# Honda HS720ASA vs Toro 721QZE



## drmerdp (Feb 9, 2014)

Pretty much an apples to apples contest. I’m looking to get a new single stage machine and these are the two I feel are the best built with the right amenities.

Remote chute control is high on my must haves and the Honda has a remote deflector and chute controls. The toro has just remote chute rotation but it is better placed and significantly smoother.

Electric start, why the h*ll not.

I’m a fan of toros and Honda, scales tipped to Honda a bit.
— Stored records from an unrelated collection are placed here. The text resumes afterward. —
def first_occurrences(words: np.ndarray) -> tuple[np.ndarray, np.ndarray]:
    """(rows, owners): every row of `words` ((n, 2) uint64 fingerprints) equal to an earlier
    row, ascending, and the first row it equals.

    A stable sort by both words puts equal fingerprints next to each other in row order, so
    each group's first row is its earliest. Memory: the fingerprints plus about 24 bytes per
    row (the sort order and one key column at a time), not np.unique's copies of everything."""
    order = np.lexsort((words[:, 1], words[:, 0]))
    same = np.ones(max(len(order) - 1, 0), dtype=bool)
    for word in (0, 1):
        key = words[order, word]
        same &= key[1:] == key[:-1]
        del key
    later = np.flatnonzero(same) + 1  # sorted positions holding a repeat
    group_starts = np.flatnonzero(np.concatenate([[True], ~same]))
    owners = order[group_starts[np.searchsorted(group_starts, later, side="right") - 1]]
    rows = order[later]
    ascending = np.argsort(rows, kind="stable")
    return rows[ascending], owners[ascending]


def find_duplicates(corpus: CorpusRows) -> pa.Table:
    """Rows (source, offset, doc_id, duplicate_of) for every document whose fingerprint was seen
    earlier in corpus order."""
    rows, owners = first_occurrences(corpus.words)
    if not len(rows):
        return DUPLICATES_SCHEMA.empty_table()
    located = corpus.locate(np.concatenate([rows, owners]))
    removed, kept = located.slice(0, len(rows)), located.slice(len(rows))
    return pa.Table.from_arrays([removed["source"], removed["offset"], removed["doc_id"], kept["doc_id"]], schema=DUPLICATES_SCHEMA)


def repeated_ids(corpus: CorpusRows) -> list[tuple[str, list[tuple[str, int]]]]:
    """Every document id that names more than one document, with the places (source, offset)
    of its documents in corpus order. Candidates are rows sharing a `doc_hash`; their ids are
    then compared as strings, so a hash collision of two ids is not reported."""
    order = np.argsort(corpus.hashes, kind="stable")
    same = np.flatnonzero(corpus.hashes[order][1:] == corpus.hashes[order][:-1])
    if not len(same):
        return []
    candidates = np.unique(np.concatenate([order[same], order[same + 1]]))
    located = corpus.locate(candidates)
    places: dict[str, list[tuple[str, int]]] = {}
    for doc_id, source, offset in zip(*(located[c].to_pylist() for c in ("doc_id", "source", "offset"))):
        places.setdefault(doc_id, []).append((source, offset))
    return sorted((doc_id, found) for doc_id, found in places.items() if len(found) > 1)


# Uncompressed bytes of row groups read at once while counting removed documents: bounds the
# job's memory whatever the chunk (a chunk of many duplicates would otherwise be read whole).
REMOVED_READ_BYTES = 64 << 20


def removed_counts(prepared_paths: Sequence[str], duplicates: pa.Table) -> pa.Table:
    """Word counts per split of the removed duplicates, which the vocabulary step subtracts from
    the chunks' counts (so a chunk's counts never depend on other chunks)."""
    parts = []
    for path in prepared_paths if duplicates.num_rows else []:
        parquet = pq.ParquetFile(path)
        if "tokens" not in parquet.schema_arrow.names or not parquet.metadata.num_rows:
            continue
        located = parquet.read(columns=["source", "offset"])
        rows = np.flatnonzero(duplicate_mask(duplicates, located["source"], located["offset"]).to_numpy(zero_copy_only=False))
        if not len(rows):
            continue
        sizes = np.array([parquet.metadata.row_group(g).num_rows for g in range(parquet.num_row_groups)])
        starts = np.cumsum(sizes) - sizes
        group_of = np.searchsorted(starts, rows, side="right") - 1
        batch: list[int] = []
        held = 0
        # Only the row groups holding removed rows, a bounded batch of them at a time.
        for group in np.unique(group_of).tolist():
            batch.append(group)
            held += parquet.metadata.row_group(group).total_byte_size
            if held >= REMOVED_READ_BYTES or group == group_of[-1]:
                table = parquet.read_row_groups(batch, columns=["split", "tokens"])
                read_starts = np.cumsum(sizes[batch]) - sizes[batch]
                chosen = np.isin(group_of, batch)
                positions = read_starts[np.searchsorted(batch, group_of[chosen])] + rows[chosen] - starts[group_of[chosen]]
                parts.append(count_tokens(table.take(pa.array(positions))))
                if len(parts) >= MERGE_FILES:
                    parts = [sum_counts(parts)]
                batch, held = [], 0
    counts = sum_counts(parts) if parts else COUNTS_SCHEMA.empty_table()
    return counts.sort_by([("split", "ascending"), ("token", "ascending")])


def duplicate_mask(duplicates: pa.Table, sources: pa.ChunkedArray | pa.Array, offsets: pa.ChunkedArray | pa.Array) -> pa.Array:
    """Boolean mask over rows given by (source, offset): True where the row is a removed
    duplicate. Offsets are compared file by file as integers: 8 bytes a row, no string a row."""
    codes, names = _file_codes(sources)
    mine = duplicates.filter(pc.is_in(duplicates["source"], value_set=pa.array(names, pa.string())))
    mask = np.zeros(len(codes), dtype=bool)
    if not mine.num_rows:
        return pa.array(mask)
    row_offsets = np.asarray(offsets.to_numpy() if isinstance(offsets, pa.Array) else offsets.combine_chunks().to_numpy())
    removed_codes = np.searchsorted(names, np.array(mine["source"].to_pylist(), dtype=object))
    removed_offsets = mine["offset"].to_numpy()
    for code in np.unique(removed_codes):
        rows = np.flatnonzero(codes == code)
        mask[rows] = np.isin(row_offsets[rows], removed_offsets[removed_codes == code])
    return pa.array(mask)
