/* A grid of one number per point (x down, y across) from column c0 with a 3-colour scale,
 * the better end (lower losses, higher payoffs) pale teal. */
static void grid_block(sweep_sheet *S, lxw_col_t c0, const char *title, const char *x_head,
                       double (*value)(const lop_problem *, const lop_sweep_point *))
{
    xlsx_writer *w = S->w;
    lxw_worksheet *ws = S->ws;
    const lop_problem *p = w->p;
    const lop_sweep_result *sw = S->sw;
    if (sw->ny > GRID_COLUMNS_MAX || sw->nx > XW_ROWS_MAX) {
        xw_put_textf(w, ws, S->h - 1, c0, w->f.note, "%s: %zu values of y are too many to "
                     "show across; the table and the CSV folder hold every point", title,
                     sw->ny);
        S->next_col = c0 + 2;
        return;
    }
    xw_put_text(w, ws, S->h - 1, c0, title, w->f.heading);
    xw_put_textf(w, ws, S->h, c0, w->f.bold, "%s \\ y: %s", x_head,
                 LOP_SWEEP_AXIS(sw->spec, 'y'));
    for (size_t j = 0; j < sw->ny; j++)
        xw_put_number(w, ws, S->h, (lxw_col_t)(c0 + 1 + j), sw->points[j * sw->nx].y,
                      w->f.value_bold);
    for (size_t i = 0; i < sw->nx; i++) {
        lxw_row_t row = S->h + 1 + (lxw_row_t)i;
        xw_put_number(w, ws, row, c0, sw->points[i].x, w->f.value_bold);
        for (size_t j = 0; j < sw->ny; j++)
            xw_put_maybe(w, ws, row, (lxw_col_t)(c0 + 1 + j), value(p, &sw->points[j * sw->nx + i]),
                         w->f.score);
    }
    lxw_conditional_format cf = {.type = LXW_CONDITIONAL_3_COLOR_SCALE,
                                 .min_color = p->payoff ? COLOUR_BAD : COLOUR_GOOD,
                                 .mid_color = COLOUR_MID,
                                 .max_color = p->payoff ? COLOUR_GOOD : COLOUR_BAD};
    xw_check(w, worksheet_conditional_format_range(ws, S->h + 1, c0 + 1,
                                                   S->h + (lxw_row_t)sw->nx,
                                                   (lxw_col_t)(c0 + sw->ny), &cf),
             S->sheet);
    xw_set_width(w, c0, c0, 16);
    xw_set_width(w, c0 + 1, (lxw_col_t)(c0 + sw->ny), 11);
    S->next_col = (lxw_col_t)(c0 + sw->ny + 2);
}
The snapper snow shredder beast with the 250cc engine looks appealing but I have my reservations with the Briggs conglomerate and there products. 

The toros 22cc over the Honda counts for something too.

I can’t help but feel that toros paddle design is better then Honda’s. A gently curved paddle that throws the snow uniformly up and out of the chute. 

Ideally I’m hoping to hear from someone that has experience with both to aid my Decision. Anyone with long term experience with the HS720? How are those chute controls? Have they loosened up a bit?


----------



## DriverRider (Nov 20, 2016)

drmerdp said:


> Pretty much an apples to apples contest. I’m looking to get a new single stage machine and these are the two I feel are the best built with the right amenities.
> 
> Remote chute control is high on my must haves and the Honda has a remote deflector and chute controls. The toro has just remote chute rotation but it is better placed and significantly smoother.
> 
> Electric start, why the h*ll not.


We have 25 of the 721's where I work and they are a dependable machine and will start on the first pull every time even from the off season. The quick shoot remote is as you wrote in the right spot for easy access.

Electric start is kind of ridiculous as a six year old child can easily pull the rope to start. By the time you are fumbling around hanging up the electrical cord the kid would be half way done with the driveway.:smile2:


----------



## Slinger (Oct 9, 2014)

I had the exact same dilemma a couple of years ago. I was looking at the same machines you mentioned and had all the exact same concerns. I kept hounding Toro to ask if they would ever release a 721 with a remote chute control. THAT would have been my ideal SS machine. I tried the Honda controls and found them to be a bit too stiff and clunky for my taste. Perhaps they do loosen up over time, I don't know. It just seemed that The 721 was always rated as the best SS out there by many, even though it did not have a headlight or remote chute control. I then learned that Toro released the Snowmaster and after operating the joystick chute and noticing the easy handling on the sales floor, I jumped on it. I now see why Toro probably won't put a remote chute on a 721 because it would push the price into Snowmaster territory. The 721 still has a couple of advantages: smaller size, easier to store, paddles scrape the pavement for slightly cleaner removal, slightly easier handling (although Snowmaster is a breeze too) and the slightly smaller width of 721 can fit in tighter areas. Snowmaster has better capacity for deeper snows. I like the idea of the Briggs SS with the serrated auger for icier EOD removal, but I think that the extra bracing in the auger area can slightly reduce the efficiency (throwing distance) of the unit as the continuous flow of snow to the chute is somewhat impeded. Powered chute controls sound awesome, but I'm sure that could create some potential problems over time as far as reliability. All in all I think you can't really go wrong with the Honda SS or the Toro 721, I think it comes down to slightly more power/performance of Toro's engine and housing/chute design vs the convenience of Honda's chute controls. I would think that they will either loosen up over time or you will just get used to it and never notice it any more. I have used a 721 but never operated the Honda, I'm sure they are both the top choices in traditional single stage machines.


----------



## drmerdp (Feb 9, 2014)

Well its official, I got myself a Honda HS720.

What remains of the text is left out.